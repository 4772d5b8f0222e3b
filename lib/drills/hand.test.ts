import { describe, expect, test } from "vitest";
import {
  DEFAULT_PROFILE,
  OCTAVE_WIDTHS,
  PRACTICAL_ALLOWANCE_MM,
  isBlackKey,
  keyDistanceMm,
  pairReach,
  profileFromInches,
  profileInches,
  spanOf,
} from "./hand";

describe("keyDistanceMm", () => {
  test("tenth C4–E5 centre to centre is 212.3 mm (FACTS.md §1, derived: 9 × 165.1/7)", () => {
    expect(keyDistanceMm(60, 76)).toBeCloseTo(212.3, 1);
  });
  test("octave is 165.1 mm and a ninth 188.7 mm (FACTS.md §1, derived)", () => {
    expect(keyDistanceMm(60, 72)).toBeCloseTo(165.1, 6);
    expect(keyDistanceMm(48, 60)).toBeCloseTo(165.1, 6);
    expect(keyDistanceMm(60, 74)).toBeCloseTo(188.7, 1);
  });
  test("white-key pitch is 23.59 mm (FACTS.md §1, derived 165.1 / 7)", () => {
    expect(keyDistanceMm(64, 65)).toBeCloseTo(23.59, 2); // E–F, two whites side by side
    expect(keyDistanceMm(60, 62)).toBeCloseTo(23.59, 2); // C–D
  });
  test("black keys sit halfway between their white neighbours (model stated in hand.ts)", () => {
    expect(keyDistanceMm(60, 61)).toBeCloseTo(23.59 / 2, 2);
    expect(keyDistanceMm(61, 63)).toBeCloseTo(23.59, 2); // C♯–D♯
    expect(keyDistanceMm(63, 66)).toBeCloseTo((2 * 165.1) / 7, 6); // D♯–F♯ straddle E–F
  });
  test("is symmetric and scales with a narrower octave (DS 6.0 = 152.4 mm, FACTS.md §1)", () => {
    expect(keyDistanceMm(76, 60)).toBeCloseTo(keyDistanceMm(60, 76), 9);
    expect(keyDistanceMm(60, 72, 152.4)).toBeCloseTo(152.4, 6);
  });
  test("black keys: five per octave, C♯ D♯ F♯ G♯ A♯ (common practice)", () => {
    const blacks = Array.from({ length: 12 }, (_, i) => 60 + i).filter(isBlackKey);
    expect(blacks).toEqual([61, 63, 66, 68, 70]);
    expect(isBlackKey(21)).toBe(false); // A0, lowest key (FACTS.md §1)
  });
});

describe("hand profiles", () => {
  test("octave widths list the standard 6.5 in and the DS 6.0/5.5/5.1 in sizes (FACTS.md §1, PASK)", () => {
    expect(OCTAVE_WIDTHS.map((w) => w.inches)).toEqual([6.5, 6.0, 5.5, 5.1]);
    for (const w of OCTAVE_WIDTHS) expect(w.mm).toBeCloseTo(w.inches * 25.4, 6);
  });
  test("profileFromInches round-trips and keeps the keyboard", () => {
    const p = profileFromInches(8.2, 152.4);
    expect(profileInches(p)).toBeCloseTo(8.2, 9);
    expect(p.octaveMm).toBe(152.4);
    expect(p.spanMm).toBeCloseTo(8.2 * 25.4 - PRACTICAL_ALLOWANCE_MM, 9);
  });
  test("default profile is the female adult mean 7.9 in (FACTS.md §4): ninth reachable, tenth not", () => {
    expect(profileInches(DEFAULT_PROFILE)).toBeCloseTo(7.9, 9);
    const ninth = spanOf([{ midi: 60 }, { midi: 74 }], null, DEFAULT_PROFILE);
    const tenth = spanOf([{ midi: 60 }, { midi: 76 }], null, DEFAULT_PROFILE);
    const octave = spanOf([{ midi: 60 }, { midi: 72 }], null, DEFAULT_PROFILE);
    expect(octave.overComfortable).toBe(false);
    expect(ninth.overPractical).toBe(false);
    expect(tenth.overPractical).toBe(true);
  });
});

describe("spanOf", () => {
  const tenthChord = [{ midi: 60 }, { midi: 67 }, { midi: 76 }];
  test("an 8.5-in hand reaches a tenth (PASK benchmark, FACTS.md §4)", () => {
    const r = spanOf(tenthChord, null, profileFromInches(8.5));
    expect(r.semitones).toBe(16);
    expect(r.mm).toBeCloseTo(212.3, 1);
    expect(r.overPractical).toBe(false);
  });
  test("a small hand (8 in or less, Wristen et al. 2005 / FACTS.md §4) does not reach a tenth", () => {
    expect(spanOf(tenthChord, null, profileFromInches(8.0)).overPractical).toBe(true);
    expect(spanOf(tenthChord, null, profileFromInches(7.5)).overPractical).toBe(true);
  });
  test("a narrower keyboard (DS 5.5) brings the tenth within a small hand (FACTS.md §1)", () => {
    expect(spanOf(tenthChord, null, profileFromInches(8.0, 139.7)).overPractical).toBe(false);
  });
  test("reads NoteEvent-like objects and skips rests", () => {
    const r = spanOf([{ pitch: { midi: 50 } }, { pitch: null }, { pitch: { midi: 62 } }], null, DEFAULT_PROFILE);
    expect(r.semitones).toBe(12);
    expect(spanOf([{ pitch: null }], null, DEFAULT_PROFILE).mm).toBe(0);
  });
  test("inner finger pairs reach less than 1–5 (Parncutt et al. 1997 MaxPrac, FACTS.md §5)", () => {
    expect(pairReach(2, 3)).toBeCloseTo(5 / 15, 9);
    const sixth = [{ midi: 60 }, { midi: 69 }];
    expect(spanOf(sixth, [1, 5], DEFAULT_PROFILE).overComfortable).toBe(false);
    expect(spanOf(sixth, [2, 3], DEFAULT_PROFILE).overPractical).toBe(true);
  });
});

Activity: Restate all of the data above. Match it word for word.

Exercise result:
repository 4772d5b8f0222e3b
filename lib/drills/hand.test.ts
import { describe, expect, test } from "vitest";
import {
  DEFAULT_PROFILE,
  OCTAVE_WIDTHS,
  PRACTICAL_ALLOWANCE_MM,
  isBlackKey,
  keyDistanceMm,
  pairReach,
  profileFromInches,
  profileInches,
  spanOf,
} from "./hand";

describe("keyDistanceMm", () => {
  test("tenth C4–E5 centre to centre is 212.3 mm (FACTS.md §1, derived: 9 × 165.1/7)", () => {
    expect(keyDistanceMm(60, 76)).toBeCloseTo(212.3, 1);
  });
  test("octave is 165.1 mm and a ninth 188.7 mm (FACTS.md §1, derived)", () => {
    expect(keyDistanceMm(60, 72)).toBeCloseTo(165.1, 6);
    expect(keyDistanceMm(48, 60)).toBeCloseTo(165.1, 6);
    expect(keyDistanceMm(60, 74)).toBeCloseTo(188.7, 1);
  });
  test("white-key pitch is 23.59 mm (FACTS.md §1, derived 165.1 / 7)", () => {
    expect(keyDistanceMm(64, 65)).toBeCloseTo(23.59, 2); // E–F, two whites side by side
    expect(keyDistanceMm(60, 62)).toBeCloseTo(23.59, 2); // C–D
  });
  test("black keys sit halfway between their white neighbours (model stated in hand.ts)", () => {
    expect(keyDistanceMm(60, 61)).toBeCloseTo(23.59 / 2, 2);
    expect(keyDistanceMm(61, 63)).toBeCloseTo(23.59, 2); // C♯–D♯
    expect(keyDistanceMm(63, 66)).toBeCloseTo((2 * 165.1) / 7, 6); // D♯–F♯ straddle E–F
  });
  test("is symmetric and scales with a narrower octave (DS 6.0 = 152.4 mm, FACTS.md §1)", () => {
    expect(keyDistanceMm(76, 60)).toBeCloseTo(keyDistanceMm(60, 76), 9);
    expect(keyDistanceMm(60, 72, 152.4)).toBeCloseTo(152.4, 6);
  });
  test("black keys: five per octave, C♯ D♯ F♯ G♯ A♯ (common practice)", () => {
    const blacks = Array.from({ length: 12 }, (_, i) => 60 + i).filter(isBlackKey);
    expect(blacks).toEqual([61, 63, 66, 68, 70]);
    expect(isBlackKey(21)).toBe(false); // A0, lowest key (FACTS.md §1)
  });
});

describe("hand profiles", () => {
  test("octave widths list the standard 6.5 in and the DS 6.0/5.5/5.1 in sizes (FACTS.md §1, PASK)", () => {
    expect(OCTAVE_WIDTHS.map((w) => w.inches)).toEqual([6.5, 6.0, 5.5, 5.1]);
    for (const w of OCTAVE_WIDTHS) expect(w.mm).toBeCloseTo(w.inches * 25.4, 6);
  });
  test("profileFromInches round-trips and keeps the keyboard", () => {
    const p = profileFromInches(8.2, 152.4);
    expect(profileInches(p)).toBeCloseTo(8.2, 9);
    expect(p.octaveMm).toBe(152.4);
    expect(p.spanMm).toBeCloseTo(8.2 * 25.4 - PRACTICAL_ALLOWANCE_MM, 9);
  });
  test("default profile is the female adult mean 7.9 in (FACTS.md §4): ninth reachable, tenth not", () => {
    expect(profileInches(DEFAULT_PROFILE)).toBeCloseTo(7.9, 9);
    const ninth = spanOf([{ midi: 60 }, { midi: 74 }], null, DEFAULT_PROFILE);
    const tenth = spanOf([{ midi: 60 }, { midi: 76 }], null, DEFAULT_PROFILE);
    const octave = spanOf([{ midi: 60 }, { midi: 72 }], null, DEFAULT_PROFILE);
    expect(octave.overComfortable).toBe(false);
    expect(ninth.overPractical).toBe(false);
    expect(tenth.overPractical).toBe(true);
  });
});

describe("spanOf", () => {
  const tenthChord = [{ midi: 60 }, { midi: 67 }, { midi: 76 }];
  test("an 8.5-in hand reaches a tenth (PASK benchmark, FACTS.md §4)", () => {
    const r = spanOf(tenthChord, null, profileFromInches(8.5));
    expect(r.semitones).toBe(16);
    expect(r.mm).toBeCloseTo(212.3, 1);
    expect(r.overPractical).toBe(false);
  });
  test("a small hand (8 in or less, Wristen et al. 2005 / FACTS.md §4) does not reach a tenth", () => {
    expect(spanOf(tenthChord, null, profileFromInches(8.0)).overPractical).toBe(true);
    expect(spanOf(tenthChord, null, profileFromInches(7.5)).overPractical).toBe(true);
  });
  test("a narrower keyboard (DS 5.5) brings the tenth within a small hand (FACTS.md §1)", () => {
    expect(spanOf(tenthChord, null, profileFromInches(8.0, 139.7)).overPractical).toBe(false);
  });
  test("reads NoteEvent-like objects and skips rests", () => {
    const r = spanOf([{ pitch: { midi: 50 } }, { pitch: null }, { pitch: { midi: 62 } }], null, DEFAULT_PROFILE);
    expect(r.semitones).toBe(12);
    expect(spanOf([{ pitch: null }], null, DEFAULT_PROFILE).mm).toBe(0);
  });
  test("inner finger pairs reach less than 1–5 (Parncutt et al. 1997 MaxPrac, FACTS.md §5)", () => {
    expect(pairReach(2, 3)).toBeCloseTo(5 / 15, 9);
    const sixth = [{ midi: 60 }, { midi: 69 }];
    expect(spanOf(sixth, [1, 5], DEFAULT_PROFILE).overComfortable).toBe(false);
    expect(spanOf(sixth, [2, 3], DEFAULT_PROFILE).overPractical).toBe(true);
  });
});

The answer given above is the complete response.